::: Records for processing :::

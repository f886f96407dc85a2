package sparse

import (
	"fmt"
	"math"
)

// Scalar is what a matrix is made of.
type Scalar interface{ float64 | complex128 }

const (
	// pivotShare is the share of the largest candidate that the preferred pivot must reach to be taken:
	// small enough to keep the fill-reducing order, large enough to bound the growth of a step by 1 + 1/pivotShare.
	pivotShare = 1e-3
	// growthShare is the share of the largest candidate that a frozen pivot must keep when only numbers change.
	growthShare = 1e-8
)

// SingularError says that a matrix has no factors to working precision.
type SingularError struct {
	Row, Column int // where no pivot was left, in the matrix's own indexes
	Rank        int // pivots found before
	NotFinite   bool
}

func (e *SingularError) Error() string {
	if e.NotFinite {
		return fmt.Sprintf("sparse: column %d holds a value that is not finite", e.Column)
	}
	return fmt.Sprintf("sparse: the matrix is singular: no pivot for column %d", e.Column)
}

// LU holds the factors L U = P R A Q of a matrix, with R scaling each row by its largest entry. It belongs to one goroutine.
type LU[T Scalar] struct {
	a     *Analysis
	scale []float64 // of each row, 1/largest magnitude

	// Columns of L (unit diagonal not stored) and of U (diagonal apart), by position k of the order.
	lStart, uStart []int32
	lRow, uRow     []int32 // after Factor: positions in the pivot order
	l, u           []T
	diagonal       []T // inverse pivots
	pivotRow       []int32
	position       []int32 // of each row in the pivot order, -1 before it is pivotal
	factored       bool
	repivots       int

	x      []T // dense column
	work   []T
	reach  []int32
	depth  []int32
	path   []int32
	marked []int32

	gather []gatherEntry
	start  []int32
}

// gatherEntry says where an entry of the matrix goes in the dense column: position and value index.
type gatherEntry struct{ position, entry, row int32 }

// NewLU returns a factorisation without factors yet.
func NewLU[T Scalar](a *Analysis) *LU[T] {
	n := a.pattern.n
	return &LU[T]{
		a: a, scale: make([]float64, n), lStart: make([]int32, n+1), uStart: make([]int32, n+1),
		diagonal: make([]T, n), pivotRow: make([]int32, n), position: make([]int32, n),
		x: make([]T, n), work: make([]T, n), reach: make([]int32, n), depth: make([]int32, n), path: make([]int32, n), marked: filled(n, -1),
	}
}

// magnitude is |x| or, of a complex number, |re| + |im|: within sqrt 2 of it and far cheaper.
func magnitude[T Scalar](x T) float64 {
	switch v := any(x).(type) {
	case float64:
		return math.Abs(v)
	case complex128:
		return math.Abs(real(v)) + math.Abs(imag(v))
	}
	return math.NaN()
}

// fromFloat converts a real number.
func fromFloat[T Scalar](x float64) T {
	var zero T
	switch any(zero).(type) {
	case float64:
		return any(x).(T)
	default:
		return any(complex(x, 0)).(T)
	}
}

// Factor finds pivots and factors for values, one for each entry of the pattern, by left-looking elimination (Gilbert & Peierls,
// Sparse partial pivoting in time proportional to arithmetic operations, SIAM J. Sci. Stat. Comput. 9, 1988,
// 862-874) with threshold pivoting that prefers the matched entry. It returns *SingularError.
func (f *LU[T]) Factor(values []T) error {
	f.factored = false
	if err := f.measure(values); err != nil {
		return err
	}
	n := f.a.pattern.n
	f.lRow, f.uRow, f.l, f.u = f.lRow[:0], f.uRow[:0], f.l[:0], f.u[:0]
	for i := range n {
		f.position[i] = -1
		f.marked[i] = -1
	}
	for k := range int32(n) {
		if err := f.column(k, values); err != nil {
			return err
		}
	}
	for i, row := range f.lRow {
		f.lRow[i] = f.position[row]
	}
	f.freeze()
	f.factored = true
	return nil
}

// measure scales the rows and checks that every value is finite.
func (f *LU[T]) measure(values []T) error {
	p := f.a.pattern
	clear(f.scale)
	for j := range p.n {
		for k := p.colStart[j]; k < p.colStart[j+1]; k++ {
			m := magnitude(values[p.entry[k]])
			if !(m <= math.MaxFloat64) {
				return &SingularError{Row: int(p.row[k]), Column: j, NotFinite: true}
			}
			f.scale[p.row[k]] = max(f.scale[p.row[k]], m)
		}
	}
	for i, s := range f.scale {
		f.scale[i] = 1
		if s > 0 {
			// A power of two, so that scaling rounds nothing.
			_, exponent := math.Frexp(s)
			f.scale[i] = math.Ldexp(1, -exponent)
		}
	}
	return nil
}

// column eliminates the k-th column of the order.
func (f *LU[T]) column(k int32, values []T) error {
	p := f.a.pattern
	j := f.a.order[k]
	top := f.symbolic(j, k)
	for _, i := range f.reach[top:] {
		f.x[i] = 0
	}
	for e := p.colStart[j]; e < p.colStart[j+1]; e++ {
		row := p.row[e]
		f.x[row] += values[p.entry[e]] * fromFloat[T](f.scale[row])
	}
	for _, i := range f.reach[top:] {
		at := f.position[i]
		if at < 0 {
			continue
		}
		x := f.x[i]
		f.uRow = append(f.uRow, at)
		f.u = append(f.u, x)
		for e := f.lStart[at]; e < f.lStart[at+1]; e++ {
			f.x[f.lRow[e]] -= f.l[e] * x
		}
	}
	pivot, err := f.choose(j, k, top)
	if err != nil {
		return err
	}
	f.pivotRow[k], f.position[pivot] = pivot, k
	inverse := 1 / f.x[pivot]
	f.diagonal[k] = inverse
	for _, i := range f.reach[top:] {
		if f.position[i] < 0 {
			f.lRow = append(f.lRow, i)
			f.l = append(f.l, f.x[i]*inverse)
		}
	}
	f.lStart[k+1], f.uStart[k+1] = int32(len(f.l)), int32(len(f.u))
	return nil
}

// choose takes the matched row if it is large enough, else the largest.
func (f *LU[T]) choose(j, k, top int32) (int32, error) {
	best, largest := int32(-1), 0.0
	for _, i := range f.reach[top:] {
		if f.position[i] < 0 {
			if m := magnitude(f.x[i]); m > largest {
				best, largest = i, m
			}
		}
	}
	preferred := f.a.rowOf[j]
	if best < 0 || !(largest <= math.MaxFloat64) {
		return 0, &SingularError{Row: int(preferred), Column: int(j), Rank: int(k)}
	}
	if f.position[preferred] < 0 && f.marked[preferred] == k && magnitude(f.x[preferred]) >= pivotShare*largest {
		best = preferred
	}
	return best, nil
}

// symbolic finds the rows that column j fills, in topological order, in reach[top:].
func (f *LU[T]) symbolic(j, k int32) int32 {
	p := f.a.pattern
	top := int32(p.n)
	for e := p.colStart[j]; e < p.colStart[j+1]; e++ {
		if row := p.row[e]; f.marked[row] != k {
			top = f.search(row, k, top)
		}
	}
	return top
}

// search goes depth first from a row through the columns of L.
func (f *LU[T]) search(row, k, top int32) int32 {
	depth := 0
	f.path[0] = row
	f.marked[row] = k
	f.depth[0] = -1
	for depth >= 0 {
		i := f.path[depth]
		at := f.position[i]
		descended := false
		if at >= 0 {
			if f.depth[depth] < 0 {
				f.depth[depth] = f.lStart[at]
			}
			for e := f.depth[depth]; e < f.lStart[at+1]; e++ {
				next := f.lRow[e]
				if f.marked[next] == k {
					continue
				}
				f.depth[depth] = e + 1
				depth++
				f.path[depth], f.depth[depth], f.marked[next] = next, -1, k
				descended = true
				break
			}
		}
		if !descended {
			depth--
			top--
			f.reach[top] = i
		}
	}
	return top
}

// freeze lays out, for every column of the order, which entries of the matrix go where.
func (f *LU[T]) freeze() {
	p := f.a.pattern
	f.gather = f.gather[:0]
	f.start = append(f.start[:0], 0)
	for _, j := range f.a.order {
		for e := p.colStart[j]; e < p.colStart[j+1]; e++ {
			f.gather = append(f.gather, gatherEntry{f.position[p.row[e]], p.entry[e], p.row[e]})
		}
		f.start = append(f.start, int32(len(f.gather)))
	}
}

// Refactor computes the factors for new values on the pattern and pivots of the last [LU.Factor]. If a pivot has become
// small beside its column, or there are no factors yet, it calls Factor.
func (f *LU[T]) Refactor(values []T) error {
	if !f.factored {
		return f.Factor(values)
	}
	x := f.x
	for k := range f.a.order {
		u0, u1, l0, l1 := f.uStart[k], f.uStart[k+1], f.lStart[k], f.lStart[k+1]
		for _, at := range f.uRow[u0:u1] {
			x[at] = 0
		}
		for _, at := range f.lRow[l0:l1] {
			x[at] = 0
		}
		x[k] = 0
		for _, g := range f.gather[f.start[k]:f.start[k+1]] {
			x[g.position] += values[g.entry] * fromFloat[T](f.scale[g.row])
		}
		for e := u0; e < u1; e++ {
			at := f.uRow[e]
			v := x[at]
			f.u[e] = v
			if v == 0 {
				continue
			}
			rows, l := f.lRow[f.lStart[at]:f.lStart[at+1]], f.l[f.lStart[at]:f.lStart[at+1]]
			for i, row := range rows {
				x[row] -= l[i] * v
			}
		}
		largest := 0.0
		for _, at := range f.lRow[l0:l1] {
			largest = max(largest, magnitude(x[at]))
		}
		m := magnitude(x[k])
		if !(m > 0 && m >= growthShare*largest && m <= math.MaxFloat64) || math.IsNaN(largest) {
			f.repivots++
			return f.Factor(values)
		}
		inverse := 1 / x[k]
		f.diagonal[k] = inverse
		for e := l0; e < l1; e++ {
			f.l[e] = x[f.lRow[e]] * inverse
		}
	}
	return nil
}

// Repivots returns how often Refactor had to look for new pivots.
func (f *LU[T]) Repivots() int { return f.repivots }

// FillIn returns the number of entries of L and U, the diagonal once.
func (f *LU[T]) FillIn() int { return len(f.l) + len(f.u) + len(f.diagonal) }

// Solve overwrites b with the solution of A x = b.
func (f *LU[T]) Solve(b []T) {
	y := f.work
	for k, row := range f.pivotRow {
		y[k] = b[row] * fromFloat[T](f.scale[row])
	}
	for k := range y {
		v := y[k]
		if v == 0 {
			continue
		}
		for e := f.lStart[k]; e < f.lStart[k+1]; e++ {
			y[f.lRow[e]] -= f.l[e] * v
		}
	}
	for k := len(y) - 1; k >= 0; k-- {
		v := y[k] * f.diagonal[k]
		y[k] = v
		for e := f.uStart[k]; e < f.uStart[k+1]; e++ {
			y[f.uRow[e]] -= f.u[e] * v
		}
	}
	for k, j := range f.a.order {
		b[j] = y[k]
	}
}

// SolveTranspose overwrites b with the solution of A^T x = b (no conjugation).
func (f *LU[T]) SolveTranspose(b []T) {
	y := f.work
	for k, j := range f.a.order {
		y[k] = b[j]
	}
	for k := range y {
		v := y[k]
		for e := f.uStart[k]; e < f.uStart[k+1]; e++ {
			v -= f.u[e] * y[f.uRow[e]]
		}
		y[k] = v * f.diagonal[k]
	}
	for k := len(y) - 1; k >= 0; k-- {
		v := y[k]
		for e := f.lStart[k]; e < f.lStart[k+1]; e++ {
			v -= f.l[e] * y[f.lRow[e]]
		}
		y[k] = v
	}
	for k, row := range f.pivotRow {
		b[row] = y[k] * fromFloat[T](f.scale[row])
	}
}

:::

Exercise prompt
If a line above holds the word "small", copy it.

Result for this task
	// small enough to keep the fill-reducing order, large enough to bound the growth of a step by 1 + 1/pivotShare.
// small beside its column, or there are no factors yet, it calls Factor.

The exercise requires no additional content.